Member of the Massachusetts House of Representatives from the 1st Suffolk district
- Incumbent
- Assumed office April 8, 2015
- Preceded by: Carlo Basile

Personal details
- Born: November 2, 1988 (age 37) Boston, Massachusetts
- Party: Democratic
- Spouse: Ariel Glantz (m. 2017)
- Education: Tufts University (BA, MA) Suffolk University (JD)
- Website: https://www.adrianmadaro.com

= Adrian Madaro =

Massachusetts politician

Adrian C. Madaro (born November 2, 1988) is a State Representative who represents the 1st Suffolk District in the Massachusetts House of Representatives. He represents the East Boston neighborhood of the City of Boston.

==Biography==

Madaro was born in Boston and graduated from Boston Latin School. He earned his bachelor's degree from Tufts University.

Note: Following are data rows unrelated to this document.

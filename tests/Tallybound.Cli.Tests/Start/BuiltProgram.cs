using System.Diagnostics;
using System.Globalization;
using System.IO.Pipes;
using System.Text;

namespace Tallybound.Cli.Tests;

/// <summary>What a finished run of the program answered.</summary>
/// <param name="ExitCode">Its exit code.</param>
/// <param name="Output">Standard output, read as UTF-8.</param>
/// <param name="Error">Standard error, read as UTF-8.</param>
internal sealed record Outcome(int ExitCode, string Output, string Error)
{
    /// <summary>Lines of standard error.</summary>
    public string[] ErrorLines => Lines(Error);

    /// <summary>Lines of standard output.</summary>
    public string[] OutputLines => Lines(Output);

    private static string[] Lines(string text) => text.Length == 0 ? [] : text.TrimEnd('\n').Split('\n');
}

/// <summary>The program as it was built beside these tests, started as a process of its own.</summary>
internal static class BuiltProgram
{
    /// <summary>Long enough for any run here on a busy machine; a run that takes longer hangs.</summary>
    private static readonly TimeSpan DefaultTimeout = TimeSpan.FromMinutes(3);

    /// <summary>The top folder of the repository.</summary>
    public static string RepositoryRoot { get; } = FindRoot();

    /// <summary><c>debug</c> or <c>release</c>, as these tests were built.</summary>
    public static string Configuration { get; } = Path.GetFileName(Path.TrimEndingDirectorySeparator(AppContext.BaseDirectory));

    /// <summary>The built program.</summary>
    public static string Assembly { get; } = Path.Combine(RepositoryRoot, ".artifacts", "bin", "Tallybound.Cli", Configuration, "tallybound.dll");

    /// <summary>The command that starts .NET programs here.</summary>
    public static string DotNet { get; } = Environment.GetEnvironmentVariable("DOTNET_HOST_PATH") ?? "dotnet";

    /// <summary>Runs the program to its end in a folder.</summary>
    public static Outcome Run(FreshFolder folder, params string[] arguments) => Run(folder, arguments, input: null);

    /// <summary>Runs the program to its end in a folder.</summary>
    /// <param name="folder">The working folder.</param>
    /// <param name="arguments">Its arguments.</param>
    /// <param name="input">Bytes for standard input; null: an empty one.</param>
    /// <param name="environment">Variables to set.</param>
    /// <param name="timeout">When to give up.</param>
    public static Outcome Run(
        FreshFolder folder, string[] arguments, byte[]? input, IReadOnlyDictionary<string, string>? environment = null, TimeSpan? timeout = null)
    {
        using RunningProgram program = Start(folder, arguments, environment);
        if (input is not null) program.Write(input);
        program.CloseInput();
        return program.WaitForEnd(timeout ?? DefaultTimeout);
    }

    /// <summary>Starts the program in a folder.</summary>
    public static RunningProgram Start(FreshFolder folder, string[] arguments, IReadOnlyDictionary<string, string>? environment = null) =>
        StartCommand(folder, DotNet, [Assembly, .. arguments], environment);

    /// <summary>Runs a shell script in which <c>$TALLYBOUND</c> is the command that starts the program.</summary>
    public static Outcome Shell(FreshFolder folder, string script, IReadOnlyDictionary<string, string>? environment = null)
    {
        var variables = new Dictionary<string, string>(environment ?? new Dictionary<string, string>(), StringComparer.Ordinal) { ["TALLYBOUND"] = $"{DotNet} {Assembly}" };
        using RunningProgram shell = StartCommand(folder, "/bin/bash", ["-c", script], variables);
        shell.CloseInput();
        return shell.WaitForEnd(DefaultTimeout);
    }

    /// <summary>Starts any command in a folder.</summary>
    public static RunningProgram StartCommand(FreshFolder folder, string command, string[] arguments, IReadOnlyDictionary<string, string>? environment = null)
    {
        var start = new ProcessStartInfo(command)
        {
            WorkingDirectory = folder.Path,
            UseShellExecute = false,
            RedirectStandardInput = true,
            RedirectStandardOutput = true,
            RedirectStandardError = true,
            StandardOutputEncoding = Encoding.UTF8,
            StandardErrorEncoding = Encoding.UTF8,
        };
        foreach (string argument in arguments) start.ArgumentList.Add(argument);
        start.Environment.Remove("NO_COLOR");
        foreach ((string name, string value) in environment ?? new Dictionary<string, string>()) start.Environment[name] = value;
        return new RunningProgram(Process.Start(start) ?? throw new InvalidOperationException($"{command} did not start."));
    }

    private static string FindRoot()
    {
        for (DirectoryInfo? folder = new(AppContext.BaseDirectory); folder is not null; folder = folder.Parent)
            if (File.Exists(Path.Combine(folder.FullName, "Profiler.sln"))) return folder.FullName;
        throw new InvalidOperationException("The tests do not lie below the folder of Profiler.sln.");
    }
}

/// <summary>A process of ours that is under way.</summary>
internal sealed class RunningProgram : IDisposable
{
    private readonly Process process;
    private readonly Task<string> output;
    private readonly Task<string> error;

    public RunningProgram(Process process)
    {
        this.process = process;
        output = process.StandardOutput.ReadToEndAsync();
        error = process.StandardError.ReadToEndAsync();
    }

    /// <summary>Its id.</summary>
    public int Id => process.Id;

    /// <summary>True once it has ended.</summary>
    public bool HasEnded => process.HasExited;

    /// <summary>Writes to its standard input; a program that has stopped reading is no error here.</summary>
    public void Write(ReadOnlySpan<byte> bytes)
    {
        try
        {
            process.StandardInput.BaseStream.Write(bytes);
            process.StandardInput.BaseStream.Flush();
        }
        catch (IOException)
        {
            // It ended, or closed its input: its answer says more than the pipe does.
        }
    }

    /// <summary>Ends its standard input.</summary>
    public void CloseInput()
    {
        try
        {
            process.StandardInput.Close();
        }
        catch (IOException)
        {
            // It ended first.
        }
    }

    /// <summary>Bytes written to its standard input that it has not taken yet.</summary>
    public int BytesWaitingInInput() => Posix.BytesWaiting(((PipeStream)process.StandardInput.BaseStream).SafePipeHandle);

    /// <summary>Sends it a signal.</summary>
    public void Signal(int signal) => Assert.Equal(0, Posix.Kill(process.Id, signal));

    /// <summary>Peak resident memory so far in bytes (VmHWM); 0 once it has ended.</summary>
    public long PeakMemoryBytes()
    {
        try
        {
            foreach (string line in File.ReadLines($"/proc/{process.Id.ToString(CultureInfo.InvariantCulture)}/status"))
                if (line.StartsWith("VmHWM:", StringComparison.Ordinal))
                    return long.Parse(line.AsSpan("VmHWM:".Length).TrimEnd("kB").Trim(), CultureInfo.InvariantCulture) * 1024;
        }
        catch (IOException)
        {
            // It has ended.
        }
        return 0;
    }

    /// <summary>Waits until a condition holds while the program runs.</summary>
    public void WaitUntil(Func<bool> condition, string what)
    {
        var watch = Stopwatch.StartNew();
        while (!condition())
        {
            Assert.False(process.HasExited, $"The program ended before {what}.");
            Assert.True(watch.Elapsed < TimeSpan.FromMinutes(1), $"Nothing came of waiting: {what}.");
            Thread.Sleep(20);
        }
    }

    /// <summary>Waits for its end and gives its answer.</summary>
    public Outcome WaitForEnd(TimeSpan timeout)
    {
        if (!process.WaitForExit(timeout))
        {
            process.Kill(entireProcessTree: true);
            Assert.Fail($"The program did not end within {timeout}.");
        }
        process.WaitForExit();
        return new Outcome(process.ExitCode, output.GetAwaiter().GetResult(), error.GetAwaiter().GetResult());
    }

    public void Dispose()
    {
        if (!process.HasExited) process.Kill(entireProcessTree: true);
        process.Dispose();
    }
}
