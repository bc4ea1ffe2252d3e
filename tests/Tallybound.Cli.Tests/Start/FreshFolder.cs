namespace Tallybound.Cli.Tests;

/// <summary>An empty folder of one test, gone when the test ends.</summary>
internal sealed class FreshFolder : IDisposable
{
    public FreshFolder() => Path = Directory.CreateTempSubdirectory("tallybound-test-").FullName;

    /// <summary>Its path.</summary>
    public string Path { get; }

    /// <summary>The path of something in it.</summary>
    public string At(params ReadOnlySpan<string> parts) => System.IO.Path.Combine([Path, .. parts]);

    /// <summary>Writes a file, with the folders above it.</summary>
    public string Write(string name, byte[] bytes)
    {
        string path = At(name);
        Directory.CreateDirectory(System.IO.Path.GetDirectoryName(path)!);
        File.WriteAllBytes(path, bytes);
        return path;
    }

    /// <summary>Everything in it, by path from it, in ordinal order.</summary>
    public string[] Everything() =>
        [.. Directory.EnumerateFileSystemEntries(Path, "*", SearchOption.AllDirectories).Select(entry => System.IO.Path.GetRelativePath(Path, entry)).Order(StringComparer.Ordinal)];

    public void Dispose()
    {
        try
        {
            Directory.Delete(Path, recursive: true);
        }
        catch (IOException)
        {
            // A file whose name .NET cannot say stays behind; the system empties its folder of temporary files.
        }
        catch (UnauthorizedAccessException)
        {
            // Made under another user.
        }
    }
}
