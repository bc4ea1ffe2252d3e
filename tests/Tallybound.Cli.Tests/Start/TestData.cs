using System.Text;

namespace Tallybound.Cli.Tests;

/// <summary>Bytes to profile, the same in every run.</summary>
internal static class TestData
{
    /// <summary>Bytes drawn evenly.</summary>
    public static byte[] Even(int length, int seed)
    {
        byte[] bytes = new byte[length];
        new Random(seed).NextBytes(bytes);
        return bytes;
    }

    /// <summary>Bytes of which small values are common, so that codes have something to gain.</summary>
    public static byte[] Skewed(int length, int seed)
    {
        byte[] bytes = Even(length, seed);
        for (int i = 0; i < bytes.Length; i++) bytes[i] = (byte)(bytes[i] * bytes[i] / 1024);
        return bytes;
    }

    /// <summary>Lines of an invented door log.</summary>
    public static byte[] Log(int lines, int seed)
    {
        var random = new Random(seed);
        var text = new StringBuilder();
        for (int i = 0; i < lines; i++)
            text.Append("unit ").Append(1000 + random.Next(40)).Append(random.Next(3) == 0 ? " door open " : " door shut ").Append(random.Next(-250, -150) / 10.0).Append(" degC\n");
        return Encoding.ASCII.GetBytes(text.ToString());
    }
}
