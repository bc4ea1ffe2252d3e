using System.Text.Json;
using System.Text.Json.Nodes;

namespace Tallybound.Cli.Tests;

/// <summary>The <c>profile.json</c> of a run folder.</summary>
internal sealed class RunRecordFile(JsonObject root)
{
    /// <summary>Reads the record of a run folder.</summary>
    public static RunRecordFile In(string folder) => new(JsonNode.Parse(File.ReadAllText(Path.Combine(folder, "profile.json")))!.AsObject());

    /// <summary>The whole document.</summary>
    public JsonObject Root => root;

    /// <summary>Whether every source had its turn.</summary>
    public bool Complete => (bool)root["run"]!["complete"]!;

    /// <summary>The corpus roll-up.</summary>
    public JsonNode Corpus => root["corpus"]!;

    /// <summary>The sources.</summary>
    public JsonArray Sources => root["sources"]!.AsArray();

    /// <summary>The names of the sources.</summary>
    public string[] Names => [.. Sources.Select(source => (string)source!["name"]!)];

    /// <summary>The one source of a name.</summary>
    public JsonNode Source(string name) => Sources.Single(source => (string)source!["name"]! == name)!;

    /// <summary>The document without what stands for time and machine.</summary>
    public string OutsideProvenance()
    {
        JsonObject copy = root.DeepClone().AsObject();
        Assert.True(copy.Remove("tool"));
        Assert.True(copy.Remove("run"));
        return copy.ToJsonString(new JsonSerializerOptions { WriteIndented = true });
    }
}
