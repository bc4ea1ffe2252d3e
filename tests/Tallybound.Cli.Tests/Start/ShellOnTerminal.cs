using System.Text;

namespace Tallybound.Cli.Tests;

/// <summary>An interactive shell on a terminal, typed at by a program that waits for its answers.</summary>
internal static class ShellOnTerminal
{
    /// <summary>Starts the shell on a pseudo-terminal, types the preparation, then each line, and prints what stood between &lt; and &gt; in the answer to each.</summary>
    private const string Driver = """
        import os, pty, re, select, sys, time

        shell, lines = sys.argv[1].split(), sys.stdin.buffer.read().split(b"\n")
        child, terminal = pty.fork()
        if child == 0:
            os.environ.update(TERM="dumb", PS1="", LC_ALL="C.UTF-8", HOME=os.getcwd())
            os.execvp(shell[0], shell)

        def answer(typed):
            os.write(terminal, typed)
            text, until = b"", time.monotonic() + 60
            while time.monotonic() < until:
                if select.select([terminal], [], [], 1)[0]:
                    text += os.read(terminal, 65536)
                    found = re.search(rb"<([^<>]*)>[\r\n]", text)
                    if found:
                        return found.group(1)
            sys.exit("no answer to %r but %r" % (typed, text))

        for typed in lines:
            print(answer(typed.replace(b"TAB", b"\t") + b"\n").decode())
        os.write(terminal, b"exit\n")
        """;

    /// <summary>What the shell made of each line.</summary>
    /// <param name="folder">The working folder.</param>
    /// <param name="shell">The shell with its arguments.</param>
    /// <param name="lines">Lines to type, <c>TAB</c> for the key; each must make the shell print something between &lt; and &gt;.</param>
    public static string[] Answers(FreshFolder folder, string shell, IEnumerable<string> lines)
    {
        Prerequisites.RequireFile("/usr/bin/python3", "python3");
        using RunningProgram driver = BuiltProgram.StartCommand(folder, "/usr/bin/python3", ["-c", Driver, shell]);
        driver.Write(Encoding.UTF8.GetBytes(string.Join('\n', lines)));
        driver.CloseInput();
        Outcome outcome = driver.WaitForEnd(TimeSpan.FromMinutes(3));
        Assert.Equal("", outcome.Error);
        return outcome.OutputLines;
    }
}
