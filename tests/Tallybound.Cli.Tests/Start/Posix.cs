using System.Runtime.InteropServices;

namespace Tallybound.Cli.Tests;

/// <summary>What .NET does not offer and a test of signals and named pipes needs.</summary>
internal static partial class Posix
{
    public const int Interrupt = 2;
    public const int Terminate = 15;

    /// <summary>Rights of a named pipe that everyone may use.</summary>
    private const uint Everyone = 0b110_110_110;

    /// <summary>FIONREAD of Linux: bytes that wait to be read.</summary>
    private const nuint BytesThatWait = 0x541B;

    /// <summary>Bytes in a pipe that nobody has read yet.</summary>
    public static int BytesWaiting(SafeHandle pipe)
    {
        Assert.Equal(0, Ioctl(pipe, BytesThatWait, out int waiting));
        return waiting;
    }

    /// <summary>Makes a named pipe.</summary>
    public static void MakeFifo(string path) => Assert.Equal(0, Mkfifo(path, Everyone));

    [LibraryImport("libc", EntryPoint = "kill", SetLastError = true)]
    public static partial int Kill(int process, int signal);

    [LibraryImport("libc", EntryPoint = "ioctl", SetLastError = true)]
    private static partial int Ioctl(SafeHandle file, nuint request, out int answer);

    [LibraryImport("libc", EntryPoint = "mkfifo", SetLastError = true, StringMarshalling = StringMarshalling.Utf8)]
    private static partial int Mkfifo(string path, uint mode);
}
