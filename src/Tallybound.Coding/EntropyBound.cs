namespace Tallybound.Coding;

/// <summary>What no coder of a stated class can beat on these counts, over the whole source. The cost of the model is left out, so it is no size of anything.</summary>
/// <param name="Bits">0 or more; 0 for an empty source and for one symbol in use.</param>
/// <param name="Class">The coders it speaks of. A coder of another class may go below it.</param>
public readonly record struct EntropyBound(double Bits, BoundClass Class);

/// <summary>The coders that a bound speaks of: each has fixed tables, known to the decoder.</summary>
public enum BoundClass
{
    /// <summary>One table for single symbols, without memory.</summary>
    Memoryless,

    /// <summary>One table for blocks of several symbols coded as one.</summary>
    Block,

    /// <summary>One table for each context of preceding symbols.</summary>
    Context,
}
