def fit_response_shape(
    f: NDArray[np.float64],
    *,
    baseline: Baseline,
    timing: Timing,
    y_px: NDArray[np.float64],
    used: NDArray[np.bool_],
    start: ResponseShape | None,
    slow_component: bool,
) -> ShapeFit:
    """Estimate latency, rise and decay of the response, pooled over boutons that respond clearly.

    Amplitudes and baselines are linear and solved for at every step, one amplitude for each stimulus, so that failures
    need not be told from releases: what noise a free amplitude takes up does not depend on the shape, and leaving no
    trial out keeps the search from preferring the shape that chose the trials. Frames too long to tell latency from
    rise leave both near the reference (`start` or `ASSUMED_SHAPE`).

    Parameters
    ----------
    f : (n_boutons, n_frames) ndarray
        Brightness above background, counts; NaN in frames without a value.
    baseline : Baseline
        F0. Boutons whose F0 is not usable are left out.
    timing : Timing
        Frames and stimuli.
    y_px : (n_boutons,) ndarray
        Rows of the boutons.
    used : (n_frames,) ndarray of bool
        Frames that may be used.
    start : ResponseShape or None
        Reference for latency and rise, another decay to start from, and the answer where nothing responds.
    slow_component : bool
        Test for a second, slow decay and keep it where F-test (p < 0.0001) and BIC agree.

    Returns
    -------
    ShapeFit
    """
    reference = ASSUMED_SHAPE if start is None else start
    y = np.where(used, baseline.dff(f), np.nan)
    noise = robust_sd(np.diff(y, axis=1)) / np.sqrt(2.0)
    known = np.flatnonzero(np.isfinite(noise) & (noise > 0))
    offsets = row_offset_s(y_px, timing=timing)
    traces = _Traces(y=y[known] / noise[known, None], offset_s=offsets[known], used=used, timing=timing)
    nothing = ShapeFit(
        shape=reference,
        shape_from="assumed",
        latency_se_s=np.nan,
        rise_se_s=np.nan,
        decay_se_s=np.nan,
        boutons=np.zeros(0, dtype=np.intp),
        clear_z=np.zeros(f.shape[0]),
        slow_p=np.nan,
        correlation=white(),
    )
    longest_s = _longest_trial_s(timing)
    if not known.size or longest_s <= 0:
        return nothing

    wide = _first_trials(plan_trial_windows(timing=timing, tail_s=longest_s, baseline_s=None))
    coarse = replace(traces, offset_s=_rounded(traces.offset_s, step=timing.frame_interval_s / 4))
    interval_s = timing.frame_interval_s
    shape = _rough_shape(coarse.blocks(wide, white()), interval_s=interval_s, reference=reference, longest_s=longest_s)
    windows, correlation, clear, boutons = wide, white(), np.zeros(known.size), np.zeros(0, dtype=np.intp)
    bounds_s = (interval_s, longest_s)
    for _ in range(3):
        windows = _first_trials(
            plan_trial_windows(timing=timing, tail_s=min(rest_s(shape), longest_s), baseline_s=None)
        )
        correlation = _noise_of(coarse, windows=windows, shape=shape)
        clear = _clarity(coarse.blocks(windows, correlation), shape)
        boutons = np.argsort(-clear, kind="stable")[:_MAX_BOUTONS]
        boutons = np.sort(boutons[clear[boutons] > _CLEAR_Z])
        if not boutons.size:
            break
        before = shape
        blocks = traces.take(boutons).blocks(windows, correlation)
        fit = _Search(blocks, interval_s=interval_s, reference=reference, bounds_s=bounds_s)
        shape = fit.single(shape)
        if abs(np.log(shape.decay_s / before.decay_s)) < 0.02:
            break
    clear_z = np.zeros(f.shape[0])
    clear_z[known] = clear
    if not boutons.size:
        return replace(nothing, clear_z=clear_z, correlation=correlation)
    slow_p = np.nan
    if slow_component:
        blocks = traces.take(boutons).blocks(wide, correlation)
        fit = _Search(blocks, interval_s=interval_s, reference=reference, bounds_s=bounds_s)
        shape, slow_p = fit.with_slow(shape)
    errors = fit.standard_errors(shape)
    return ShapeFit(
        shape=shape,
        shape_from="recording",
        latency_se_s=errors[0],
        rise_se_s=errors[1],
        decay_se_s=errors[2],
        boutons=known[boutons],
        clear_z=clear_z,
        slow_p=slow_p,
        correlation=correlation,
    )
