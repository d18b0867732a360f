import type { Crop, Region } from '#shared/catalogue.ts';
import { isPairOfOne, questionKinds, type QuestionKind } from '#shared/question-kind.ts';
import type { CandidateResult } from '#shared/weigh-up.ts';
import type { Catalogue } from '#src/catalogue-query.ts';
import { readChoice } from '#src/url-state.ts';
import {
  listKnownPlaces,
  readFarmParameter,
  toTrialFields,
  trialChoices,
  type ChosenFarm,
  type ChosenTrials,
} from './chosen-farm.ts';
import type { CandidateQuestion } from './weigh-up-queries.ts';

/** Most candidates of one weigh-up; the contract refuses more. */
export const mostCandidates = 8;

/** How many seasons a new question spans by default, as the trade usually looks back. */
const usualSpan = 3;

/** The question as the address holds it, with what could be made of it. */
export type QuestionDraft = {
  crop: Crop | undefined;
  region: Region | undefined;
  seasonFrom: number;
  seasonTo: number;
  currentVarietyId: string;
  kind: QuestionKind;
  candidateIds: readonly string[];
  farm: ChosenFarm | null;
  trials: ChosenTrials;
};

/** Reads the question from the address: crop and region by slug, varieties and place by id; what the catalogue lacks is dropped. */
export function readQuestion(search: URLSearchParams, catalogue: Catalogue): QuestionDraft {
  const crop = catalogue.crops.find(({ slug }) => slug === search.get('crop'));
  const region = catalogue.regions.find(({ slug }) => slug === search.get('region'));
  const seasons = crop?.seasons ?? [];
  const newest = Math.max(...seasons, 0);
  const oldest = Math.min(...seasons, newest);
  const season = (name: string, otherwise: number) => {
    const asked = Number(search.get(name));
    return seasons.includes(asked) ? asked : otherwise;
  };
  const isVariety = (id: string) => crop?.varieties.some((variety) => variety.id === id) === true;
  const current = search.get('current') ?? '';
  const currentVarietyId = isVariety(current) ? current : '';
  const candidateIds = (search.get('candidates') ?? '')
    .split(',')
    .filter((id, place, all) => isVariety(id) && id !== currentVarietyId && all.indexOf(id) === place)
    .slice(0, mostCandidates);
  const kind = readChoice(search, 'question', questionKinds);
  const farm = readFarmParameter(search.get('farm'), listKnownPlaces(catalogue));
  const trials = readChoice(search, 'trials', trialChoices);
  return {
    crop,
    region,
    seasonFrom: season('from', Math.max(oldest, newest - usualSpan + 1)),
    seasonTo: season('to', newest),
    currentVarietyId,
    kind,
    // Those kept for another kind of question stay in the address, for whoever turns back to it.
    candidateIds: isPairOfOne({ question: kind, candidateIds }) ? candidateIds : [],
    farm,
    trials: trials === 'nearest' && farm === null ? 'region' : trials,
  };
}

/**
 * Parts the candidates that the address names into those that stood in the trials that answer, and those that did not:
 * a trial withdrawn or a span narrowed since must not leave one chosen that nobody sees.
 */
export function partByStanding(
  candidateIds: readonly string[],
  candidates: readonly Pick<CandidateResult, 'varietyId'>[],
): { standingIds: string[]; goneIds: string[] } {
  const stood = new Set(candidates.map(({ varietyId }) => varietyId));
  return {
    standingIds: candidateIds.filter((id) => stood.has(id)),
    goneIds: candidateIds.filter((id) => !stood.has(id)),
  };
}

/** Whether the region has no published trial of the crop, and no others are asked: then there is no verdict, and it is said at once. */
export function lacksTrials({ crop, region, trials }: QuestionDraft): boolean {
  if (trials !== 'region') return false;
  return crop !== undefined && region !== undefined && (region.publishedTrials[crop.slug] ?? 0) === 0;
}

/** The question for the list of candidates; null until it is whole. */
export function toCandidateQuestion(draft: QuestionDraft): CandidateQuestion | null {
  const { crop, region, seasonFrom, seasonTo, currentVarietyId, farm, trials } = draft;
  if (!crop || !region || currentVarietyId === '' || seasonFrom > seasonTo || lacksTrials(draft)) return null;
  return {
    ...{ cropId: crop.id, regionId: region.id, seasonFrom, seasonTo, currentVarietyId },
    ...toTrialFields(trials),
    farmLatitude: farm?.latitude,
    farmLongitude: farm?.longitude,
    farmSeasonRainMm: farm?.seasonRainMm ?? undefined,
    farmHeatSumDegreeDays: farm?.heatSumDegreeDays ?? undefined,
    farmSoilTexture: farm?.soilTexture ?? undefined,
  };
}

Upon graduation from college, he served as a legislative aide to Carlo Basile, whose seat Madaro would later be elected to himself. While serving as an aide, he obtained his Master of Arts degree, also from Tufts University, in urban and environmental policy and planning. In 2019, while serving as a Representative, he obtained his law degree from Suffolk University Law School.

==Political career==

In 2015, Madaro ran in a special election for the 1st Suffolk seat, to replace Carlo Basile, who had resigned to serve in another government post. Madaro won a five-way Democratic primary with 42.1% of the vote, and went on to win the general election with just over 90% of the vote. Since then, he has run for re-election unopposed.

Madaro's committee assignments have varied. In the 194th Session, Madaro is serving as the House Chair for the Joint Committee on Revenue.